In light of the court's factual findings, it is not necessary to address Whipple's constitutional
claims. However, the court notes that any infringement of Whipple's rights result not from
confirmation of the plan, but rather from the limitations placed on abandonment of a railroad
line by both bankruptcy and nonbankruptcy law. Since such restrictions have a valid public
interest purpose and do not reduce the value of the railroad to nothing, they do not violate the
Fifth Amendment. See
Keystone Coal Assn. v.
DeBenedictis, 480 U.S. 470, 485 (1987);
Agins
v.
Tiburon, 447 U.S. 255, 260-61 (1980). The Fifth Amendment prohibition against taking
without compensation does not guarantee the most profitable use of property.
Goldblatt v.
Town of Hempstead, 369 U.S. 590, 592 (1962). Diminution in value, standing alone, does not
establish a taking.
Penn Central Transportation Co. v.
City of New York, 438 U.S. 104, 131
(1978).
A fundamental principle of reorganization under the Bankruptcy Code is that properties are
valued under present conditions, not past markets or future hopes. Under present conditions,
the rails are not saleable as scrap. Therefore, Whipple has no right to have them valued as scrap
any more than the owner of real property zoned for agricultural use would have a right to have
his property valued as if zoned for development.

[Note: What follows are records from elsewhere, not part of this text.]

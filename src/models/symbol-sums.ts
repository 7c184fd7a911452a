import type { Halving } from './symbol-runs.ts';

/**
 * Counts of one context over the whole alphabet, in the order of the alphabet: what the empty context uses, which meets
 * every symbol.
 *
 * Two complete binary trees over the alphabet, of counts and of "seen at all", where a node keeps the sum of its left half:
 * sums and look-ups take ⌈log2 m⌉ steps without a branch that depends on the data. After {@link mark}, {@link restore}
 * brings back the marked counts at a cost that goes with the symbols that changed.
 *
 * Memory: 14 to 24 bytes a symbol of the alphabet, 9 more once marked.
 */
export class SymbolSums {
  readonly alphabetSize: number;
  readonly counts: Uint32Array;
  /** Sum of the counts. */
  sum = 0;
  /** Symbols seen; a count halved to 0 is one of them. */
  distinct = 0;

  readonly #halving: Halving;
  readonly #levels: number;
  readonly #seen: Uint8Array;
  /** Node i has the halves 2i and 2i + 1; the root is 1. */
  readonly #leftCounts: Int32Array;
  readonly #leftSeen: Int32Array;

  #marked = false;
  #markedCounts = new Uint32Array(0);
  #markedSeen = new Uint8Array(0);
  #changed = new Uint32Array(0);
  #changedCount = 0;
  readonly #isChanged: Uint8Array;

  constructor(alphabetSize: number, halving: Halving) {
    this.alphabetSize = alphabetSize;
    this.#halving = halving;
    this.counts = new Uint32Array(alphabetSize);
    this.#seen = new Uint8Array(alphabetSize);
    this.#isChanged = new Uint8Array(alphabetSize);
    this.#levels = alphabetSize === 1 ? 0 : 32 - Math.clz32(alphabetSize - 1);
    this.#leftCounts = new Int32Array(2 ** this.#levels);
    this.#leftSeen = new Int32Array(2 ** this.#levels);
  }

  /** A copy that shares nothing and is not marked. */
  clone(): SymbolSums {
    const copy = new SymbolSums(this.alphabetSize, this.#halving);
    copy.counts.set(this.counts);
    copy.#seen.set(this.#seen);
    copy.#leftCounts.set(this.#leftCounts);
    copy.#leftSeen.set(this.#leftSeen);
    copy.sum = this.sum;
    copy.distinct = this.distinct;
    return copy;
  }

  hasSeen(symbol: number): boolean {
    return this.#seen[symbol] === 1;
  }

  /** Sum of the counts of all smaller symbols. */
  sumBelow(symbol: number): number {
    return sumLeft(this.#leftCounts, this.#levels, symbol);
  }

  /** Number of smaller symbols that were seen. */
  seenBelow(symbol: number): number {
    return sumLeft(this.#leftSeen, this.#levels, symbol);
  }

  /** The symbol that holds `target` where each weighs factor · count + base; target below the sum of the weights. */
  holding(target: number, factor: number, base: number): number {
    const left = this.#leftCounts;
    let node = 1;
    let rest = target;
    let symbol = 0;
    for (let level = this.#levels - 1; level >= 0; level--) {
      // A left half may hold places past the alphabet, but then the right half holds nothing else.
      const weight = factor * left[node] + base * (1 << level);
      const bit = rest >= weight ? 1 : 0;
      rest -= bit * weight;
      symbol = 2 * symbol + bit;
      node = 2 * node + bit;
    }
    return symbol;
  }

  /** The symbol never seen that has `rank` such symbols below it. */
  unseenAt(rank: number): number {
    const left = this.#leftSeen;
    let node = 1;
    let rest = rank;
    let symbol = 0;
    for (let level = this.#levels - 1; level >= 0; level--) {
      const unseen = (1 << level) - left[node];
      const bit = rest >= unseen ? 1 : 0;
      rest -= bit * unseen;
      symbol = 2 * symbol + bit;
      node = 2 * node + bit;
    }
    return symbol;
  }

  /** Adds one to a symbol's count; returns the sum of the counts of all smaller symbols. */
  increment(symbol: number): number {
    if (this.#marked || this.#seen[symbol] === 0) this.#note(symbol);
    const left = this.#leftCounts;
    let low = 0;
    let node = 1;
    for (let level = this.#levels - 1; level >= 0; level--) {
      const bit = (symbol >>> level) & 1;
      const sum = left[node];
      low += sum & -bit;
      left[node] = sum + 1 - bit;
      node = 2 * node + bit;
    }
    this.counts[symbol]++;
    this.sum++;
    return low;
  }

  /** Takes a symbol's count out of the sums for a moment; {@link putBack} undoes it. */
  takeOut(symbol: number): void {
    this.sum -= this.counts[symbol];
    change(this.#leftCounts, this.#levels, symbol, -this.counts[symbol]);
  }

  putBack(symbol: number): void {
    this.sum += this.counts[symbol];
    change(this.#leftCounts, this.#levels, symbol, this.counts[symbol]);
  }

  /** Halves all counts: c becomes ⌈c/2⌉ or ⌊c/2⌋. */
  halve(): void {
    const odd = this.#halving === 'up' ? 1 : 0;
    this.#leftCounts.fill(0);
    this.sum = 0;
    for (let symbol = 0; symbol < this.alphabetSize; symbol++) {
      if (this.counts[symbol] === 0) continue;
      if (this.#marked) this.#note(symbol);
      const count = (this.counts[symbol] + odd) >>> 1;
      this.counts[symbol] = count;
      this.sum += count;
      change(this.#leftCounts, this.#levels, symbol, count);
    }
  }

  /** Makes the present counts the ones that {@link restore} returns to. */
  mark(): void {
    this.#marked = true;
    this.#markedCounts = this.counts.slice();
    this.#markedSeen = this.#seen.slice();
    this.#changed = new Uint32Array(this.alphabetSize);
    this.#isChanged.fill(0);
    this.#changedCount = 0;
  }

  restore(): void {
    for (let i = 0; i < this.#changedCount; i++) {
      const symbol = this.#changed[i];
      this.#isChanged[symbol] = 0;
      const difference = this.#markedCounts[symbol] - this.counts[symbol];
      if (difference !== 0) {
        this.counts[symbol] += difference;
        this.sum += difference;
        change(this.#leftCounts, this.#levels, symbol, difference);
      }
      if (this.#seen[symbol] !== this.#markedSeen[symbol]) {
        this.#seen[symbol] = 0;
        this.distinct--;
        change(this.#leftSeen, this.#levels, symbol, -1);
      }
    }
    this.#changedCount = 0;
  }

  /** A symbol is about to change. */
  #note(symbol: number): void {
    if (this.#marked && this.#isChanged[symbol] === 0) {
      this.#isChanged[symbol] = 1;
      this.#changed[this.#changedCount++] = symbol;
    }
    if (this.#seen[symbol] === 1) return;
    this.#seen[symbol] = 1;
    this.distinct++;
    change(this.#leftSeen, this.#levels, symbol, 1);
  }
}

function sumLeft(left: Int32Array, levels: number, symbol: number): number {
  let sum = 0;
  let node = 1;
  for (let level = levels - 1; level >= 0; level--) {
    const bit = (symbol >>> level) & 1;
    sum += left[node] & -bit;
    node = 2 * node + bit;
  }
  return sum;
}

function change(left: Int32Array, levels: number, symbol: number, by: number): void {
  let node = 1;
  for (let level = levels - 1; level >= 0; level--) {
    const bit = (symbol >>> level) & 1;
    left[node] += by & (bit - 1);
    node = 2 * node + bit;
  }
}
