import { BitWriter } from '../bits/bit-writer.ts';
import { PromiseError } from '../errors/errors.ts';
import { PrefixEncoder } from '../stages/prefix-encoder.ts';
import { expandKeys, NgramCutter, NgramIndex, ngramSpace } from './block-huffman-ngrams.ts';
import { BlockFit, type BlockTables } from './block-huffman-tables.ts';
import type { Encoder, Setup } from './contract.ts';
import { symbolWidth } from './fixed.ts';
import { SymbolCounts } from './huffman-counts.ts';
import { writeSymbolCount } from './message-frame.ts';
import { MessageLedger } from './message-ledger.ts';
import { MessagePieces, wholeMessages } from './message-pieces.ts';

/** n-grams coded between two calls of the kernel. */
const BATCH = 4096;

/** The words of one fit, ready to write: n-grams by key, tails by symbol. */
export class BlockWords {
  readonly #n: number;
  readonly #alphabetSize: number;
  readonly #symbolBits: number;
  readonly #index: NgramIndex;
  readonly #blocks: PrefixEncoder;
  readonly #tail: PrefixEncoder;
  readonly #escape: number;
  readonly #entries = new Uint32Array(BATCH);
  readonly #key = new Float64Array(1);
  readonly #symbols: Uint32Array;

  constructor(fit: BlockFit, n: number, alphabetSize: number) {
    this.#n = n;
    this.#alphabetSize = alphabetSize;
    this.#symbolBits = symbolWidth(alphabetSize);
    this.#symbols = new Uint32Array(n);
    this.#escape = fit.escape;
    const { blocks, tail } = fit;
    this.#index = new NgramIndex(ngramSpace(alphabetSize, n));
    const ngrams = fit.escape < 0 ? blocks.count : fit.escape;
    for (let i = 0; i < ngrams; i++) this.#index.add(blocks.symbols[i]);
    this.#blocks = new PrefixEncoder(blocks.count);
    this.#blocks.setWords(
      Uint32Array.from({ length: blocks.count }, (_, i) => i),
      blocks.lengths,
      blocks.count,
    );
    this.#tail = new PrefixEncoder(alphabetSize);
    this.#tail.setWords(tail.table.symbols, tail.table.lengths, tail.table.count);
  }

  /** Writes the words of `count` n-grams and returns the number of bits. */
  writeBlocks(writer: BitWriter, keys: Float64Array, count: number): number {
    const entries = this.#entries;
    let bits = 0;
    let filled = 0;
    for (let i = 0; i < count; i++) {
      const entry = this.#index.find(keys[i]);
      if (entry >= 0) {
        entries[filled++] = entry;
        if (filled < BATCH) continue;
      } else {
        if (this.#escape < 0) {
          throw new PromiseError('a block to code is not in the table and there is no escape', {
            coder: 'block-huffman',
            advice: 'The tables were fitted to other symbols than the ones coded.',
          });
        }
        // The batch is handed over whenever it is full, so there is room for the escape.
        entries[filled++] = this.#escape;
      }
      bits += this.#blocks.encode(writer, entries, 0, filled);
      filled = 0;
      if (entry < 0) bits += this.#writeRaw(writer, keys[i]);
    }
    return bits + this.#blocks.encode(writer, entries, 0, filled);
  }

  #writeRaw(writer: BitWriter, key: number): number {
    this.#key[0] = key;
    expandKeys(this.#key, 1, this.#n, this.#alphabetSize, this.#symbols);
    for (let j = 0; j < this.#n; j++) writer.writeBits(this.#symbols[j], this.#symbolBits);
    return this.#n * this.#symbolBits;
  }

  /** Bits that {@link writeTail} would write. */
  tailBits(symbols: Uint32Array, count: number): number {
    return this.#tail.bitsOf(symbols, 0, count);
  }

  /** Writes the words of a message's last symbols and returns the number of bits. */
  writeTail(writer: BitWriter, symbols: Uint32Array, count: number): number {
    return count === 0 ? 0 : this.#tail.encode(writer, symbols, 0, count);
  }
}

/**
 * One pair of tables for the whole unit; under `sent` each is written in the first message that
 * needs it.
 */
export function unitEncoder(
  setup: Setup,
  n: number,
  words: BlockWords,
  unsent: BlockFit | undefined,
  maxBits: number,
): Encoder {
  const writer = new BitWriter();
  const ledger = new MessageLedger(setup.align);
  let blocksUnsent = unsent !== undefined;
  let tailUnsent = unsent !== undefined;
  const cutter = new NgramCutter(n, setup.alphabetSize, (keys, count) => {
    book(ledger, words.writeBlocks(writer, keys, count));
  });
  const pieces = new MessagePieces({
    begin(symbolCount) {
      ledger.framingBits += writeSymbolCount(writer, setup, symbolCount);
      if (blocksUnsent && symbolCount >= n) {
        ledger.tableBits += unsent!.blocks.write(
          writer,
          ngramSpace(setup.alphabetSize, n),
          maxBits,
        );
        blocksUnsent = false;
      }
      if (tailUnsent && symbolCount % n > 0) {
        ledger.tableBits += unsent!.tail.table.write(writer, setup.alphabetSize, maxBits);
        tailUnsent = false;
      }
    },
    take: (symbols, from, to) => cutter.take(symbols, from, to),
    end() {
      cutter.flush();
      book(ledger, words.writeTail(writer, cutter.tail, cutter.tailCount));
      cutter.tailCount = 0;
      ledger.close(writer);
    },
  });
  return {
    push: (chunk) => pieces.push(chunk),
    finish: () => {
      pieces.finish();
      return ledger.finish(writer);
    },
  };
}

/** Fits tables to each message and sends there those that it needs. */
export function messageEncoder(setup: Setup, n: number, maxBits: number): Encoder {
  const { alphabetSize } = setup;
  const writer = new BitWriter();
  const ledger = new MessageLedger(setup.align);
  const fit = new BlockFit(maxBits);
  const index = new NgramIndex(ngramSpace(alphabetSize, n));
  const tails = new SymbolCounts(alphabetSize);
  const tailWords = new PrefixEncoder(alphabetSize);
  let blockWords = new PrefixEncoder(256);
  // The entries of the message's n-grams in order, so that each is looked up once.
  let entries = new Uint32Array(256);
  let entryCount = 0;
  let ids = new Uint32Array(256);
  const cutter = new NgramCutter(n, alphabetSize, (keys, count) => {
    if (entryCount + count > entries.length) {
      const grown = new Uint32Array(Math.max(2 * entries.length, entryCount + count));
      grown.set(entries);
      entries = grown;
    }
    for (let i = 0; i < count; i++) entries[entryCount++] = index.add(keys[i]);
  });

  const pieces = wholeMessages((symbols, from, to) => {
    ledger.framingBits += writeSymbolCount(writer, setup, to - from);
    index.clear();
    tails.clear();
    entryCount = 0;
    cutter.take(symbols, from, to);
    cutter.flush();
    tails.add(cutter.tail, 0, cutter.tailCount);
    fit.fitMessage(index, tails);
    const { blocks, tail } = fit;
    if (entryCount > 0)
      ledger.tableBits += blocks.write(writer, ngramSpace(alphabetSize, n), maxBits);
    if (cutter.tailCount > 0) ledger.tableBits += tail.table.write(writer, alphabetSize, maxBits);
    if (entryCount > 0) {
      if (index.size > ids.length) {
        ids = new Uint32Array(2 * index.size);
        blockWords = new PrefixEncoder(2 * index.size);
      }
      for (let i = 0; i < index.size; i++) ids[i] = index.find(blocks.symbols[i]);
      blockWords.setWords(ids, blocks.lengths, index.size);
      book(ledger, blockWords.encode(writer, entries, 0, entryCount));
    }
    if (cutter.tailCount > 0) {
      tailWords.setWords(tail.table.symbols, tail.table.lengths, tail.table.count);
      book(ledger, tailWords.encode(writer, cutter.tail, 0, cutter.tailCount));
    }
    cutter.tailCount = 0;
    ledger.close(writer);
  });
  return {
    push: (chunk) => pieces.push(chunk),
    finish: () => {
      pieces.finish();
      return ledger.finish(writer);
    },
  };
}

function book(ledger: MessageLedger, bits: number): void {
  ledger.writtenBits += bits;
  ledger.payloadBits += bits;
}

/** Fits both codes to tables. */
export function fitBlocks(tables: BlockTables, setup: Setup, maxBits: number): BlockFit {
  const fit = new BlockFit(maxBits);
  fit.fitTables(tables, setup.policy === 'shipped' ? 'shipped' : 'sent');
  return fit;
}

Moreover, Whipple is an experienced railroad man and had been an employee of Southern
Pacific during prior abandonment proceedings. He knew full well the many legal impediments
to piecemeal liquidation of a railroad line at the time he purchased the railroad; those
impediments, and the relevant provisions of the Bankruptcy Code, are the same today.
Valuation of the railroad as a going concern does not infringe on Whipple's rights, but merely
denies him a windfall at the expense of the communities served by the railroad.
For the foregoing reasons, Whipple's objections will be overruled and the plan will be
confirmed. Counsel for the Trustee shall submit an appropriate form of order forthwith.